> WORK REQUEST: Below are the records; restate word for word the lines from the first through the one containing "pub enum StudyError", and only those.

> RECORD EXTRACTS:
....
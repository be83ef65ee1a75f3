//! A study: everything a report or the dashboard shows, from one engine call.
//!
//! Each side (one group of sets, or one variant of a set) gets its own model by default — a rule
//! change changes what events mean — with out-of-fold traces for every finished session; then
//! decided turns, swings, balance and, with two sides, the comparison.

use crate::analysis::AnalysisError;
use crate::analysis::balance::{Balance, BalanceParams, balance};
use crate::analysis::compare::{CompareParams, CompareSide, Comparison, compare};
use crate::analysis::decision::{DecisionReport, decision_report};
use crate::analysis::findings::{Findings, FindingsInput, assemble_findings};
use crate::analysis::swings::{
    EventImpact, EventImpactParams, LeverageParams, LeverageTable, event_impact, leverage_by_turn,
};
use crate::analysis::traces::{Trace, TraceSource};
use crate::evaluate::quality::{Quality, quality};
use crate::evaluate::train::{TrainError, TrainOptions, Training, train};
use crate::progress::{Cancel, Progress};
use crate::sessions::SessionSet;
use crate::stats::BootstrapParams;
use serde::Serialize;
use std::ops::Range;

/// Settings of a study.
#[derive(Debug, Clone, PartialEq, Serialize)]
pub struct StudyOptions {
    /// Training settings (cross-fitting is always on in a study).
    pub train: TrainOptions,
    /// Decided-turn threshold (the user's choice).
    pub threshold: f64,
    /// A second, looser threshold the report also gives.
    pub second_threshold: f64,
    /// Bootstrap resamples for event-impact intervals.
    pub bootstrap: usize,
    /// Split one set by its `variant` column into sides, each with its own model.
    pub split_variants: bool,
}

impl Default for StudyOptions {
    fn default() -> Self {
        StudyOptions {
            train: TrainOptions::default(),
            threshold: 0.9,
            second_threshold: 0.75,
            bootstrap: 1000,
            split_variants: true,
        }
    }
}

/// Why a study could not run.
#[derive(Debug, thiserror::Error)]
pub enum StudyError {
    /// Training failed on one side.
    #[error("{side}: {source}")]
    Train {
        /// The side.
        side: String,
        /// Why.
        source: TrainError,
    },
    /// An analysis failed.
    #[error("{0}")]
    Analysis(#[from] AnalysisError),
    /// Nothing to study.
    #[error("no session set given")]
    Empty,
}

/// Everything computed for one side.
#[derive(Debug, Clone)]
pub struct SideResult {
    /// The side's name (variant or set names).
    pub name: String,
    /// Which of [`Study::sets`] belong to it.
    pub sets: Range<usize>,
    /// The training run; trace `set` indices point into [`Study::sets`].
    pub training: Training,
    /// Which model produced its traces, in words.
    pub model_label: String,
    /// Scores on the untouched test share.
    pub test_quality: Option<Quality>,
    /// Scores on every out-of-fold trace (test share and cross-fitted sessions).
    pub oof_quality: Option<Quality>,
    /// Decisions at the chosen threshold.
    pub decisions: DecisionReport,
    /// Decisions at the second threshold.
    pub decisions_second: DecisionReport,
    /// Event impact with bootstrap intervals.
    pub impact: EventImpact,
    /// Leverage by turn number.
    pub leverage: LeverageTable,
    /// Balance between seats, actors and routes.
    pub balance: Balance,
    /// The side's headline findings.
    pub findings: Findings,
}

impl SideResult {
    /// The side's traces (out-of-fold for finished sessions, scored for sessions in progress).
    pub fn traces(&self) -> Vec<&Trace> {
        self.training.traces.iter().collect()
    }
}

/// The whole study.
#[derive(Debug, Clone)]
pub struct Study {
    /// Every set, side by side.
    pub sets: Vec<SessionSet>,
    /// One or two sides.
    pub sides: Vec<SideResult>,
    /// Side B against side A, when there are two sides.
    pub comparison: Option<Comparison>,
    /// The headline findings (side A's, plus the comparison's verdicts).
    pub findings: Findings,
    /// The options used.
    pub options: StudyOptions,
    /// Notes on how sides were formed.
    pub notes: Vec<String>,
}

impl Study {
    /// References to every set.
    pub fn set_refs(&self) -> Vec<&SessionSet> {
        self.sets.iter().collect()
    }
    /// Decisions of side `side` at another threshold (cheap: no retraining).
    pub fn decisions_at(
        &self,
        side: usize,
        threshold: f64,
    ) -> Result<DecisionReport, AnalysisError> {
        decision_report(&self.sides[side].traces(), &self.set_refs(), threshold)
    }
    /// The comparison at another threshold (cheap: no retraining).
    pub fn comparison_at(&self, threshold: f64) -> Option<Result<Comparison, AnalysisError>> {
        (self.sides.len() >= 2).then(|| compare_sides(&self.sets, &self.sides, threshold))
    }
}

fn compare_sides(
    sets: &[SessionSet],
    sides: &[SideResult],
    threshold: f64,
) -> Result<Comparison, AnalysisError> {
    let refs: Vec<&SessionSet> = sets.iter().collect();
    let a = CompareSide {
        name: sides[0].name.clone(),
        model: sides[0].model_label.clone(),
        traces: sides[0].traces(),
    };
    let b = CompareSide {
        name: sides[1].name.clone(),
        model: sides[1].model_label.clone(),
        traces: sides[1].traces(),
    };
    compare(
        &refs,
        &a,
        &b,
        &CompareParams {
            threshold,
            ..CompareParams::default()
        },
    )
}

/// Progress with a side prefix (`A: tuning`).
struct SidePrefix<'a> {
    inner: &'a dyn Progress,
    prefix: String,
}

impl Progress for SidePrefix<'_> {
    fn report(&self, stage: &str, fraction: f64) {
        self.inner
            .report(&format!("{}{stage}", self.prefix), fraction);
    }
}

/// Form the sides: `a` and `b` as given; or, with only `a` and `split_variants`, one side per
/// recorded variant when every finished session records one and there are two or more.
fn form_sides(
    a: Vec<SessionSet>,
    b: Vec<SessionSet>,
    split: bool,
    notes: &mut Vec<String>,
) -> (Vec<SessionSet>, Vec<(String, Range<usize>)>) {
    let names = |sets: &[SessionSet]| {
        sets.iter()
            .map(|s| s.main_variant())
            .collect::<Vec<_>>()
            .join(" + ")
    };
    if !b.is_empty() {
        let (na, nb) = (names(&a), names(&b));
        let (la, lb) = (a.len(), b.len());
        let mut sets = a;
        sets.extend(b);
        let (na, nb) = if na == nb {
            (format!("{na} (first)"), format!("{nb} (second)"))
        } else {
            (na, nb)
        };
        return (sets, vec![(na, 0..la), (nb, la..la + lb)]);
    }
    if split && a.len() == 1 {
        let set = &a[0];
        let mut counts: std::collections::BTreeMap<String, usize> = Default::default();
        let mut all_recorded = true;
        for s in set.finished() {
            match s.variant() {
                Some(v) => *counts.entry(v.to_string()).or_default() += 1,
                None => all_recorded = false,
            }
        }
        if all_recorded && counts.len() >= 2 {
            let mut by_count: Vec<(String, usize)> = counts.into_iter().collect();
            by_count.sort_by(|x, y| y.1.cmp(&x.1).then(x.0.cmp(&y.0)));
            let mut chosen: Vec<String> = by_count.iter().take(2).map(|x| x.0.clone()).collect();
            chosen.sort();
            if by_count.len() > 2 {
                notes.push(format!(
                    "{} records {} variants; the two largest ({} and {}) are compared",
                    set.name,
                    by_count.len(),
                    chosen[0],
                    chosen[1]
                ));
            }
            notes.push(format!(
                "{} holds variants {} and {}: each gets its own model (a rule change changes what events mean); sessions in progress go with {}",
                set.name, chosen[0], chosen[1], chosen[0]
            ));
            let first = chosen[0].clone();
            let sa = set.subset(&format!("{} {}", set.name, chosen[0]), |s| {
                s.variant() == Some(&first) || !s.is_finished()
            });
            let second = chosen[1].clone();
            let sb = set.subset(&format!("{} {}", set.name, chosen[1]), |s| {
                s.variant() == Some(&second)
            });
            return (
                vec![sa, sb],
                vec![(chosen[0].clone(), 0..1), (chosen[1].clone(), 1..2)],
            );
        }
    }
    let n = a.len();
    let name = names(&a);
    (a, vec![(name, 0..n)])
}

/// Run a study on sets `a` (and, to compare, sets `b`).
pub fn run_study(
    a: Vec<SessionSet>,
    b: Vec<SessionSet>,
    options: &StudyOptions,
    progress: &dyn Progress,
    cancel: &Cancel,
) -> Result<Study, StudyError> {
    if a.is_empty() {
        return Err(StudyError::Empty);
    }
    let mut notes = Vec::new();
    let (sets, groups) = form_sides(a, b, options.split_variants, &mut notes);
    let mut train_options = options.train.clone();
    train_options.cross_fit = true;
    let mut sides = Vec::new();
    let two = groups.len() > 1;
    for (k, (name, range)) in groups.into_iter().enumerate() {
        let prefix = if two {
            format!("{name}: ")
        } else {
            String::new()
        };
        let p = SidePrefix {
            inner: progress,
            prefix: prefix.clone(),
        };
        let refs: Vec<&SessionSet> = sets[range.clone()].iter().collect();
        let mut training =
            train(&refs, &train_options, &p, cancel).map_err(|source| StudyError::Train {
                side: name.clone(),
                source,
            })?;
        for t in &mut training.traces {
            t.set += range.start;
        }
        let all: Vec<&SessionSet> = sets.iter().collect();
        let traces: Vec<&Trace> = training.traces.iter().collect();
        let test: Vec<&Trace> = traces
            .iter()
            .copied()
            .filter(|t| t.source == TraceSource::Test)
            .collect();
        let oof: Vec<&Trace> = traces
            .iter()
            .copied()
            .filter(|t| t.source.is_out_of_fold())
            .collect();
        let test_quality = quality(&all, &test);
        let oof_quality = quality(&all, &oof);
        let decisions = decision_report(&traces, &all, options.threshold)?;
        let decisions_second = decision_report(&traces, &all, options.second_threshold)?;
        p.report("event impact", 0.0);
        let impact = event_impact(
            &traces,
            &all,
            &EventImpactParams {
                bootstrap: BootstrapParams {
                    resamples: options.bootstrap,
                    seed: options.train.seed,
                    ..BootstrapParams::default()
                },
                ..EventImpactParams::default()
            },
            &p,
            cancel,
        )?;
        let leverage = leverage_by_turn(&traces, &all, &LeverageParams::default())?;
        let balance = balance(
            &sets[range.clone()].iter().collect::<Vec<_>>(),
            Some(&decisions.decisions),
            &BalanceParams::default(),
        )?;
        let reports = [decisions.clone(), decisions_second.clone()];
        let findings = assemble_findings(&FindingsInput {
            balance: Some(&balance),
            decisions: &reports,
            impact: Some(&impact),
            leverage: Some(&leverage),
            comparisons: &[],
            swing_makers: 3,
        });
        let kind = training.model.win.kind();
        let model_label = format!(
            "{} trained on {}'s own sessions (seed {})",
            match kind {
                crate::models::win_model::ModelKind::Boosted => "boosted trees",
                crate::models::win_model::ModelKind::Logistic => "logistic regression",
            },
            name,
            options.train.seed
        );
        let _ = k;
        sides.push(SideResult {
            name,
            sets: range,
            training,
            model_label,
            test_quality,
            oof_quality,
            decisions,
            decisions_second,
            impact,
            leverage,
            balance,
            findings,
        });
    }
    let comparison = if sides.len() >= 2 {
        Some(compare_sides(&sets, &sides, options.threshold)?)
    } else {
        None
    };
    let first = &sides[0];
    let reports = [first.decisions.clone(), first.decisions_second.clone()];
    let comparisons: Vec<Comparison> = comparison.iter().cloned().collect();
    let findings = assemble_findings(&FindingsInput {
        balance: Some(&first.balance),
        decisions: &reports,
        impact: Some(&first.impact),
        leverage: Some(&first.leverage),
        comparisons: &comparisons,
        swing_makers: 3,
    });
    Ok(Study {
        sets,
        sides,
        comparison,
        findings,
        options: options.clone(),
        notes,
    })
}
....
> TASK OUTPUT:
repository be83ef65ee1a75f3
//! A study: everything a report or the dashboard shows, from one engine call.
//!
//! Each side (one group of sets, or one variant of a set) gets its own model by default — a rule
//! change changes what events mean — with out-of-fold traces for every finished session; then
//! decided turns, swings, balance and, with two sides, the comparison.

use crate::analysis::AnalysisError;
use crate::analysis::balance::{Balance, BalanceParams, balance};
use crate::analysis::compare::{CompareParams, CompareSide, Comparison, compare};
use crate::analysis::decision::{DecisionReport, decision_report};
use crate::analysis::findings::{Findings, FindingsInput, assemble_findings};
use crate::analysis::swings::{
    EventImpact, EventImpactParams, LeverageParams, LeverageTable, event_impact, leverage_by_turn,
};
use crate::analysis::traces::{Trace, TraceSource};
use crate::evaluate::quality::{Quality, quality};
use crate::evaluate::train::{TrainError, TrainOptions, Training, train};
use crate::progress::{Cancel, Progress};
use crate::sessions::SessionSet;
use crate::stats::BootstrapParams;
use serde::Serialize;
use std::ops::Range;

/// Settings of a study.
#[derive(Debug, Clone, PartialEq, Serialize)]
pub struct StudyOptions {
    /// Training settings (cross-fitting is always on in a study).
    pub train: TrainOptions,
    /// Decided-turn threshold (the user's choice).
    pub threshold: f64,
    /// A second, looser threshold the report also gives.
    pub second_threshold: f64,
    /// Bootstrap resamples for event-impact intervals.
    pub bootstrap: usize,
    /// Split one set by its `variant` column into sides, each with its own model.
    pub split_variants: bool,
}

impl Default for StudyOptions {
    fn default() -> Self {
        StudyOptions {
            train: TrainOptions::default(),
            threshold: 0.9,
            second_threshold: 0.75,
            bootstrap: 1000,
            split_variants: true,
        }
    }
}

/// Why a study could not run.
#[derive(Debug, thiserror::Error)]
pub enum StudyError {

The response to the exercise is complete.